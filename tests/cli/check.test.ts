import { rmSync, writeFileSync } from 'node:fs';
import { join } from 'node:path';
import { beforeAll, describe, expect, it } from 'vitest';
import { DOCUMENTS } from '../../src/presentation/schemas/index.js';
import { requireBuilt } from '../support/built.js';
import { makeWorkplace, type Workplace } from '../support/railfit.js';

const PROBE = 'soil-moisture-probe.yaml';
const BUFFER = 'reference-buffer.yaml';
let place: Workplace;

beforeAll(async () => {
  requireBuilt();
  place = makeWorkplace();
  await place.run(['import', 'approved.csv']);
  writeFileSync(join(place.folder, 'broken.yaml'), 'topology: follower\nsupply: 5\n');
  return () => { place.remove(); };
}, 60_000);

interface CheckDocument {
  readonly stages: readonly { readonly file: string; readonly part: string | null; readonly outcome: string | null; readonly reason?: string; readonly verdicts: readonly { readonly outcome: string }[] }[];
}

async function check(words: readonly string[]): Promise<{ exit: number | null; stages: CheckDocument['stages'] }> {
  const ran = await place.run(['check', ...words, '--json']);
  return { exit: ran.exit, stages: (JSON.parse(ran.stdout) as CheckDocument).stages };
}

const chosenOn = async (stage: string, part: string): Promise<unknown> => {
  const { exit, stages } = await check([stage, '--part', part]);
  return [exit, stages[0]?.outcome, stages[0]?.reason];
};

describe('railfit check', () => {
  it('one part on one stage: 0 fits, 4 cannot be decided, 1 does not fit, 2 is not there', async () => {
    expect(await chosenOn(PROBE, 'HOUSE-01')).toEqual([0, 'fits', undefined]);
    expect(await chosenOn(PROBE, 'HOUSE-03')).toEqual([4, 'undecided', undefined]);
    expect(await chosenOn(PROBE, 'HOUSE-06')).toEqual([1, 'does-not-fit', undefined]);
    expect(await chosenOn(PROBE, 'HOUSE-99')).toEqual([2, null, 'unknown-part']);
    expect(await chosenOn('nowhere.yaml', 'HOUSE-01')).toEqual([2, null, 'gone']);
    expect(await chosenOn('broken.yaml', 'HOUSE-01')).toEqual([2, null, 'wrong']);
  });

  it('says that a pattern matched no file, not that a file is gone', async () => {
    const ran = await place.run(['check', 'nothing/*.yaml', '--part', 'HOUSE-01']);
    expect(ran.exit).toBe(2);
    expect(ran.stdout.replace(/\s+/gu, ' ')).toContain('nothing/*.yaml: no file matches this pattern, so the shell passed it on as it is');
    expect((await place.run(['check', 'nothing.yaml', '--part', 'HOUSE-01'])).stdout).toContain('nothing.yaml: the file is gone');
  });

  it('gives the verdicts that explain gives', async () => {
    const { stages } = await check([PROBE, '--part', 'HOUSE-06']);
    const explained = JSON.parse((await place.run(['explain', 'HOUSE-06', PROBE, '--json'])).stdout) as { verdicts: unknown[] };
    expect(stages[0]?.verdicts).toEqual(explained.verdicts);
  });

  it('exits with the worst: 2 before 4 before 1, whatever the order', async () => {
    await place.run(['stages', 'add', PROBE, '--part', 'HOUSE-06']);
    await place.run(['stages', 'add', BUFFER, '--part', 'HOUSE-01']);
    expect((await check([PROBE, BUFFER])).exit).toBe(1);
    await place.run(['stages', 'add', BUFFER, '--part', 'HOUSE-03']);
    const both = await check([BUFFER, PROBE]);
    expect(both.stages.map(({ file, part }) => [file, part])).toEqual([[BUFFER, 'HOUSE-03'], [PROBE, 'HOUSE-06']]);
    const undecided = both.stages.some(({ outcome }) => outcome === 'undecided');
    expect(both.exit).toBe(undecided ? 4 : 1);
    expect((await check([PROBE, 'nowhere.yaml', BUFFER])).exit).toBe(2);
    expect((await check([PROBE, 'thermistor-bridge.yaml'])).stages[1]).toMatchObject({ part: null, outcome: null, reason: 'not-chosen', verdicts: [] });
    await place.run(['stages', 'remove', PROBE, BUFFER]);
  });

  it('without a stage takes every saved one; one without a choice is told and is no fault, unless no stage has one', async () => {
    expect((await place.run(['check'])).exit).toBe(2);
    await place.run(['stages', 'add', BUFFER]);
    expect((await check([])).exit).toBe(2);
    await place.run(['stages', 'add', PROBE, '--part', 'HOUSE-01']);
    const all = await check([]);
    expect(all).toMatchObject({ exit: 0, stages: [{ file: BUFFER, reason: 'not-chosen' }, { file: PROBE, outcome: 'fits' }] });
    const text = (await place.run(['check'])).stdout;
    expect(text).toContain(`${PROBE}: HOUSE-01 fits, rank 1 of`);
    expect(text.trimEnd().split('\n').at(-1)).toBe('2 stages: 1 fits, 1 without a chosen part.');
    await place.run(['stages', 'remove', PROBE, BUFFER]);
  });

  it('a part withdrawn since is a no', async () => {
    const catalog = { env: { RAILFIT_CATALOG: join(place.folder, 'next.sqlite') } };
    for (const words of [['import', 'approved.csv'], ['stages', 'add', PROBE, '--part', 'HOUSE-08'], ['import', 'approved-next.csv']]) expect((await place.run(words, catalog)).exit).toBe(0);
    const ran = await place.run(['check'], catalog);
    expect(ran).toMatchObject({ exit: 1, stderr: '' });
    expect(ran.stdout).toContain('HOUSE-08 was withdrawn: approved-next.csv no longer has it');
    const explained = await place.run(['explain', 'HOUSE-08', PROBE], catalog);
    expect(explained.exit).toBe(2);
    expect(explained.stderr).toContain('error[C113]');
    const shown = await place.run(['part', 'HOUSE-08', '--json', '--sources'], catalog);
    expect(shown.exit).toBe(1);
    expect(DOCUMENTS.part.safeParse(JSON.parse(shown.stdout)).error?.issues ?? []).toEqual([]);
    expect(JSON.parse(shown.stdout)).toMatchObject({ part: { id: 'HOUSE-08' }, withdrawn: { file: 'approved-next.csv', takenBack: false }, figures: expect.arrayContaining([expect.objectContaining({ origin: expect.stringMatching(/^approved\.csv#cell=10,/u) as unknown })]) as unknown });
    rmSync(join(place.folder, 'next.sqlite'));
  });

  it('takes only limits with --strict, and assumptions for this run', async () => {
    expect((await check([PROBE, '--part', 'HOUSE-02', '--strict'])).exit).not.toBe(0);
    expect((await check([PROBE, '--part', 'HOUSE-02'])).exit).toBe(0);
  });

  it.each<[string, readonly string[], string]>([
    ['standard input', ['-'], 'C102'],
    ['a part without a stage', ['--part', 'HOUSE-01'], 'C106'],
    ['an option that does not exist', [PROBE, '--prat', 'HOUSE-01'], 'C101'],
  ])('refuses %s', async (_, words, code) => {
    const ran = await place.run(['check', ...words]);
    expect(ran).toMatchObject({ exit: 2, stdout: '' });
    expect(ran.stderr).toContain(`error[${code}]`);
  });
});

_ _ _ _ _

§ **THE PROBLEM**
In the entries above, count each line holding the word "text" and give that count alone.

§ **WRITTEN RESPONSE**
3